Serving video online is fairly straightforward, although it wasn't always.
We've come a long way from RTMP and progressive HTTP downloads. With HLS,
MPEG-DASH, etc, you're still moving the same bits, but you have a much better
end user experience.

Netflix has original renditions for all of its content in S3, which they
convert into multiple renditions based on bitrate and other video metadata,
and their player then intelligently switches based on available bandwidth. Its
(mostly) that easy, unless you're the White House or SpaceX streaming to
millions of people at once. That's still a bit tricky, and you usually call
Akamai, Limelight, or Encoding.com to solve that.

If I had to do it all over again, I'd create a small startup team (no more
than 10-15 people) to create a platform that lets you white label so anyone
could build their own Netflix with their own content (or licensed content) and
iterate ruthlessly.
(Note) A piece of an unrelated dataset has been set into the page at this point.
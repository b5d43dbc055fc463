import { lotsFile } from '../_lots-file'

export const GET = lotsFile('xlsx')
Don't partner on storage or CDN, just create modules that
let you plug n play based on the rates you can get (API libraries all the way
down). Setup a partnership department to hook customers up with hardware
vendors (Apple TV, Chromecast, Roku, those folks). Keep in the front of your
mind that tech is commodity but relationships are what's going to put you in
tens of millions of homes.

I left because no one realized how quickly other parties in the space (Hulu,
Netflix, Amazon, Google, etc) were innovating. We'd spend _months_ in the
weeds, with little momentum on key features. In 5-10 years, broadcast is
completely dead, its airspace auctioned off to cellular providers. This does
not get through to traditional broadcast folks.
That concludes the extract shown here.